As with most coupes, the driver and front passenger will be more comfortable in the S5 than those seated in back. The ten-way power front leather seats have plenty of lower back support; large side bolsters keep the driver and front passenger in position.
A mouse on the center console eliminates extraneous knobs and buttons. It works like a computer control, allowing the driver to program the navigation system, audio, and other comfort and convenience functions. Buttons on the center stack activate the seat heaters, and the dual-zone temperature controls.
The ignition start button and electronic parking brake lever are next to the gear shift lever. Two cupholders in the center console are big enough for cans. The front doors have bottle holders molded into the map pockets.
A covered bin in the center console holds small electronic devices. There is also an overhead bin for sunglasses or a garage door opener.
The driver can set the cruise control or adjust audio volume using dials on either side of the steering wheel. A CD slot in the center stack is easy to reach from either front seating position. Sirius satellite radio is standard.
The premium audio system has as much finesse as the car itself: fourteen speakers and 505 watts produce surround sound with a quality that rivals high-end home systems.
The rear seats don’t have an overabundance of legroom, but it should be adequate for a smaller adult. Passengers in back have separate air vents and temperature controls. A fold-down armrest has a couple of small pop-out cupholders and a shallow bin for holding electronic devices. There are map pockets in the front seatbacks and to the sides of the seats.
The seats fold down to create a pass-through, extending the cargo floor on the already spacious trunk. It’s possible to squeeze a bicycle in with the front wheel removed, although doing so in under a minute to meet our ALV standards is a stretch.
The S5 comes with standard front, side thorax and knee airbags for the driver and front passenger, antilock brakes, electronic stability program, and a tire pressure monitoring system. A four-year standard warranty includes four years of roadside assistance and the first scheduled maintenance free of charge. Audi produces the S4 at its Ingolstadt, Germany assembly plant.

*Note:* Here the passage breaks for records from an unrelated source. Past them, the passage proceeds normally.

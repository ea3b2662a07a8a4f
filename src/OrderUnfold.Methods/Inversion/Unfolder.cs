using OrderUnfold.Calibration;
using OrderUnfold.Instruments;

namespace OrderUnfold.Inversion;

/// <summary>
/// Solves for the spectrum from calibrated sweeps of one or more cavities: finds each sweep's frequency
/// origin, fits gains and backgrounds, runs L1-weighted NNLS on one grid for all sweeps at once, and
/// turns the solution into lines relative to the strongest one.
/// </summary>
public static class Unfolder
{
    public static UnfoldResult Run(IReadOnlyList<CalibratedSweep> sweeps, UnfoldOptions? options = null, IProgress<string>? progress = null)
    {
        options ??= new UnfoldOptions();
        if (sweeps.Count == 0) throw new InputException("no sweeps to unfold");
        var warnings = new List<string>();
        foreach (var s in sweeps)
        {
            if (s.ScanHz.Length != s.Signal.Length) throw new ArgumentException($"{s.Name}: scan and signal lengths differ");
            if (s.Signal.Length < 2) throw new InputException($"the sweep has {s.Signal.Length} sample(s); at least two are needed", s.Name);
            var span = Math.Abs(s.ScanHz[^1] - s.ScanHz[0]);
            if (span < s.Instrument.FsrHz)
                throw new InputException($"sweep covers {span / s.Instrument.FsrHz:F2} FSR of '{s.Instrument.Name}'; it must cover at least one full FSR ({Units.Quantity.FormatFrequency(s.Instrument.FsrHz)}) to be unfolded", s.Name);
            if (!(s.NoiseSigma > 0)) throw new InputException("the signal is constant (no noise or signal level could be measured)", s.Name);
        }

        var instruments = sweeps.Select(s => s.Instrument).DistinctBy(i => i.FsrHz).ToList();
        var narrowest = sweeps.Min(s => s.Instrument.LinewidthHz);
        var step = options.GridStepHz ?? narrowest / 4;
        var ordersResolved = instruments.Count > 1;
        double unambiguous;
        double start, end;
        if (ordersResolved)
        {
            unambiguous = AliasMargin.FirstAlias(instruments, options.AliasThresholdLinewidths, options.MaxGridBins * step);
            start = options.WindowStartHz ?? -unambiguous / 2;
            end = options.WindowEndHz ?? unambiguous / 2;
        }
        else
        {
            unambiguous = instruments[0].FsrHz;
            start = options.WindowStartHz ?? -unambiguous / 2;
            end = options.WindowEndHz ?? unambiguous / 2;
            if (end - start > unambiguous) end = start + unambiguous - step;
            warnings.Add($"only one instrument (FSR {Units.Quantity.FormatFrequency(unambiguous)}): the spectrum is folded into one FSR and the orders of the lines are unknown");
        }

        if (!(end > start))
            throw new InputException($"the frequency window is empty ({Units.Quantity.FormatFrequency(start)} to {Units.Quantity.FormatFrequency(end)}); check window in [solve]");
        // the size limit follows the memory the unfold needs, estimated and stated before solving; the bin count is a
        // double first, so that a tiny grid_step over a wide window is refused rather than overflowing an int
        var binsNeeded = Math.Ceiling((end - start) / step) + 1;
        var memory = UnfoldMemory.EstimateUnfoldBytes((long)Math.Min(binsNeeded, 1e15), sweeps.Sum(s => (long)s.Signal.Length));
        if (!(binsNeeded < int.MaxValue / 4) || memory > options.MaxMemoryBytes)
            throw new InputException(
                $"grid_step {Units.Quantity.FormatFrequency(step)} over the window {Units.Quantity.FormatFrequency(start)} to {Units.Quantity.FormatFrequency(end)} needs {binsNeeded:G4} grid bins; " +
                $"an unfold of this size needs about {UnfoldMemory.Format(memory)} of memory, more than the limit of {UnfoldMemory.Format(options.MaxMemoryBytes)}: " +
                "enlarge grid_step or narrow window in [solve], or raise max_memory_gb in [solve]");
        var grid = FrequencyGrid.Covering(start, end, step);
        progress?.Report($"grid of {grid.Count} bins; estimated memory {UnfoldMemory.Format(memory)}");
        var periodicStep = Math.Min(step / 2, narrowest / 20);

        // initial gains from the sweep means: the mean Airy transmission over whole FSRs is Tmax/√(1+F)
        var gains = new double[sweeps.Count];
        for (var k = 0; k < sweeps.Count; k++)
        {
            var y = sweeps[k].Signal;
            var level = y.Average() - PeakFinder.Percentile(y, 0.02);
            gains[k] = Math.Max(level, 1e-300) * Math.Sqrt(1 + Airy.CoefficientOfFinesse(sweeps[k].Instrument.Finesse));
        }

        var g0 = gains[0];
        for (var k = 0; k < gains.Length; k++) gains[k] /= g0;

        // origins of the sweeps, coarse to fine (OffsetSearch): the cross-correlation of folded profiles scores every
        // origin at once, pair solves on a bounded sub-window check the best few
        progress?.Report("finding sweep offsets");
        var search = OffsetSearch.Run(sweeps, gains, grid, step, options, progress);
        var offsets = search.OffsetsHz;
        var trials = search.Trials;

        // joint solve: alternate NNLS (warm-started) with Gauss–Newton offset steps and gain refits
        progress?.Report("solving NNLS on all sweeps");
        UnfoldProblem problem = null!;
        NnlsResult nnls = null!;
        // one sweep has no relative gain or offset to refine: a single solve is the answer
        var rounds = sweeps.Count == 1 ? 0 : Math.Max(1, options.GainRounds);
        (double Lambda, double Mu, double[] Gains)? jointWeights = null;
        for (var round = 0; round <= rounds; round++)
        {
            // the L1 and smoothness weights are set once from the first round's column norms, rescaled when gains move
            if (jointWeights is (double l0, double mu0, double[] g0s))
            {
                var ratio = Math.Sqrt(gains.Zip(g0s, (g, h) => (g / h) * (g / h)).Average());
                problem = new UnfoldProblem(sweeps, grid, offsets, gains, l0 * ratio, mu0 * ratio * ratio, periodicStep);
            }
            else
            {
                problem = BuildProblem(sweeps, grid, offsets, gains, options, periodicStep);
                jointWeights = (problem.L1Weight, problem.SmoothnessWeight, gains.ToArray());
            }

            nnls = NnlsSolver.Solve(problem, options.Solver, SolverOptions(problem), problem.L1Weight, problem.SmoothnessWeight,
                round == 0 ? default : nnls.Solution);
            progress?.Report($"NNLS round {round + 1}: {nnls.ActiveCount} active entries after {nnls.Iterations} iterations ({nnls.Status})");
            if (round == rounds) break;
            var s = nnls.Solution.AsSpan(0, grid.Count);
            var moved = 0.0;
            for (var k = 1; k < sweeps.Count; k++)
            {
                var lw = sweeps[k].Instrument.LinewidthHz;
                var d = Math.Clamp(problem.OffsetStep(k, nnls.Solution), -lw / 2, lw / 2);
                offsets[k] += d;
                moved = Math.Max(moved, Math.Abs(d) / lw);
            }

            var newGains = new double[sweeps.Count];
            for (var k = 0; k < sweeps.Count; k++)
            {
                var a = problem.ForwardUnscaled(k, s);
                newGains[k] = RegressGain(a, sweeps[k].Signal, gains[k]);
            }

            var n0 = newGains[0];
            var gainChange = 0.0;
            for (var k = 0; k < gains.Length; k++)
            {
                var g = newGains[k] / n0;
                gainChange = Math.Max(gainChange, Math.Abs(g / gains[k] - 1));
                gains[k] = g;
            }

            if (moved < 0.005 && gainChange < 0.002) rounds = round + 1;
        }

        if (nnls.Status != SolverStatus.Converged) warnings.Add($"NNLS did not converge: {nnls.Message} (KKT violation {nnls.KktViolation:G3})");

        // sweep fits
        var models = problem.Model(nnls.Solution);
        var fits = new List<SweepFit>();
        double chiTotal = 0;
        var samples = 0;
        for (var k = 0; k < sweeps.Count; k++)
        {
            var y = sweeps[k].Signal;
            var m = models[k];
            double chi = 0, ss = 0;
            for (var i = 0; i < y.Length; i++)
            {
                var r = y[i] - m[i];
                ss += r * r;
                chi += r * r / (sweeps[k].NoiseSigma * sweeps[k].NoiseSigma);
            }

            var dof = Math.Max(1, y.Length - 2 - nnls.ActiveCount / sweeps.Count);
            chiTotal += chi;
            samples += y.Length;
            fits.Add(new SweepFit(sweeps[k].Name, sweeps[k].Instrument.Name, offsets[k], gains[k],
                nnls.Solution[grid.Count + k] * sweeps[k].NoiseSigma, sweeps[k].NoiseSigma, chi, chi / dof, Math.Sqrt(ss / y.Length), y.Length) { Model = m });
            if (chi / dof > 3)
                warnings.Add($"{sweeps[k].Name}: the model does not fit well (reduced χ² = {chi / dof:F2}); check the axis calibration, the finesse and the offsets");
        }

        // lines
        var spectrum = nnls.Solution[..grid.Count];
        var lines = ExtractLines(problem, spectrum, options.MinSnr);
        var anchorHz = 0.0;
        var scale = 1.0;
        if (lines.Count > 0)
        {
            var strongest = lines.MaxBy(l => l.RawIntensity)!;
            anchorHz = strongest.FrequencyHz;
            scale = strongest.RawIntensity;
        }

        var shiftedGrid = new FrequencyGrid(grid.StartHz - anchorHz, grid.StepHz, grid.Count);
        var finalLines = lines.Select(l => l with { FrequencyHz = l.FrequencyHz - anchorHz, Intensity = l.RawIntensity / scale })
            .OrderBy(l => l.FrequencyHz).ToList();
        foreach (var l in finalLines)
        {
            if (l.FirstBin <= 1 || l.LastBin >= grid.Count - 2)
                warnings.Add($"line at {Units.Quantity.FormatFrequency(l.FrequencyHz)} sits at the edge of the frequency window; it may belong outside it");
        }

        if (lines.Count == 0) warnings.Add("no line above the detection threshold was found");
        var fitsShifted = fits.Select(f => f with { OffsetHz = f.OffsetHz - anchorHz }).ToList();
        return new UnfoldResult
        {
            Grid = shiftedGrid,
            Spectrum = spectrum.Select(v => v / scale).ToArray(),
            Lines = finalLines,
            Sweeps = fitsShifted,
            Solver = nnls,
            L1Weight = problem.L1Weight,
            OrdersResolved = ordersResolved,
            UnambiguousRangeHz = unambiguous,
            OffsetTrials = trials.Select(t => t with { OffsetHz = t.OffsetHz - anchorHz }).ToList(),
            Warnings = warnings,
            ReducedChiSquare = chiTotal / Math.Max(1, samples - nnls.ActiveCount - 2 * sweeps.Count),
        };
    }

    /// <summary>Folded positions (Hz within one FSR) of a sweep's peaks, strongest first, merged across repeats.</summary>
    public static List<double> FoldedPeaks(CalibratedSweep sweep)
    {
        var idx = Enumerable.Range(0, sweep.Signal.Length).Select(i => (double)i).ToArray();
        var peaks = PeakFinder.Find(idx, sweep.Signal, minHeightFraction: 0.05, minSnr: 5);
        var fsr = sweep.Instrument.FsrHz;
        var lw = sweep.Instrument.LinewidthHz;
        var list = new List<(double u, double h)>();
        foreach (var p in peaks.OrderByDescending(p => p.Height))
        {
            var f = PeakFinder.Interpolate(sweep.ScanHz, p.Position);
            var u = SweepOperator.PositiveMod(f, fsr);
            var dup = list.Any(q =>
            {
                var d = Math.Abs(q.u - u);
                return Math.Min(d, fsr - d) < 2 * lw;
            });
            if (!dup) list.Add((u, p.Height));
        }

        return list.Select(q => q.u).ToList();
    }

    public static UnfoldProblem BuildProblem(IReadOnlyList<CalibratedSweep> sweeps, FrequencyGrid grid, IReadOnlyList<double> offsets,
        IReadOnlyList<double> gains, UnfoldOptions options, double periodicStep)
    {
        // first pass without penalties to measure the typical column norm, then the weighted problem
        var probe = new UnfoldProblem(sweeps, grid, offsets, gains, 0, 0, periodicStep);
        var norms = new List<double>();
        var count = Math.Min(33, grid.Count);
        for (var i = 0; i < count; i++)
        {
            var j = (int)((long)i * (grid.Count - 1) / Math.Max(1, count - 1));
            norms.Add(probe.ColumnNormSquared(j));
        }

        norms.Sort();
        var median = norms[norms.Count / 2];
        var lambda = options.Sparsity * Math.Sqrt(median);
        var mu = options.Smoothness * median;
        return probe.WithPenalties(lambda, mu);
    }

    public static ActiveSetNnls.Options SolverOptions(UnfoldProblem problem)
    {
        var tol = Math.Max(1e-3 * problem.L1Weight, 1e-9);
        // The active set of a line spectrum stays far below this; a model that does not fit the data (wrong axis, wrong
        // instrument) keeps adding bins, and this bound keeps the cost finite: the result then says it did not converge.
        return new ActiveSetNnls.Options { Tolerance = tol, MaxIterations = Math.Min(2500, Math.Max(500, problem.Grid.Count / 4)) };
    }

    public static double ChiSquare(UnfoldProblem problem, double[] solution, IReadOnlyList<CalibratedSweep> sweeps)
    {
        var models = problem.Model(solution);
        double chi = 0;
        for (var k = 0; k < sweeps.Count; k++)
        {
            var y = sweeps[k].Signal;
            var s2 = sweeps[k].NoiseSigma * sweeps[k].NoiseSigma;
            for (var i = 0; i < y.Length; i++)
            {
                var r = y[i] - models[k][i];
                chi += r * r / s2;
            }
        }

        return chi;
    }

    private static double RegressGain(double[] a, double[] y, double fallback) =>
        GainFit.TryFit(a, y, out var g, out _) && g > 0 && double.IsFinite(g) ? g : fallback;

    private static List<UnfoldedLine> ExtractLines(UnfoldProblem problem, double[] s, double minSnr)
    {
        var grid = problem.Grid;
        var max = s.Length > 0 ? s.Max() : 0;
        var lines = new List<UnfoldedLine>();
        if (!(max > 0)) return lines;
        var j = 0;
        while (j < s.Length)
        {
            if (s[j] <= 0)
            {
                j++;
                continue;
            }

            var first = j;
            var last = j;
            while (true)
            {
                if (last + 1 < s.Length && s[last + 1] > 0) last++;
                else if (last + 2 < s.Length && s[last + 2] > 0) last += 2; // bridge one empty bin
                else break;
            }

            double sum = 0, sumF = 0, norm = 0;
            for (var k = first; k <= last; k++)
            {
                sum += s[k];
                sumF += s[k] * grid[k];
            }

            var top = first;
            for (var k = first; k <= last; k++) if (s[k] > s[top]) top = k;
            norm = Math.Sqrt(problem.ColumnNormSquared(top));
            var snr = sum * norm;
            if (snr >= minSnr) lines.Add(new UnfoldedLine(sumF / sum, 0, sum, snr, first, last));
            j = last + 1;
        }

        return lines;
    }
}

Likes: A beautifully designed luxury sport coupe with exceptional ride and handling. The interior is attractive, ergonomic, and has plenty of storage space for small electronic devices. There is enough legroom in back for the average small adult. The spacious trunk has a pass-through that extends the cargo floor.
Dislikes: Fuel economy is poor: about 16 miles per gallon on average. Buyers have to pay a $1300 gas guzzler tax, and be prepared to shell out for premium fuel at the pump.
Model: S5 Coupe 4.2 quattro MT6
Base price: $50,500
As tested: $ 57,515
Horsepower: 354 Hp @ 6800 rpm
Torque: 325 lbs.-ft. @ 3500 rpm
Zero-to-sixty: 5.1 seconds
Antilock brakes: Standard
Side curtain airbags: Not available
First aid kit: Not available
Bicycle friendly: No
Fuel economy: 14/21 mpg city/highway
Comments: Base price does not include the $1300 gas guzzler tax or $775 delivery fee.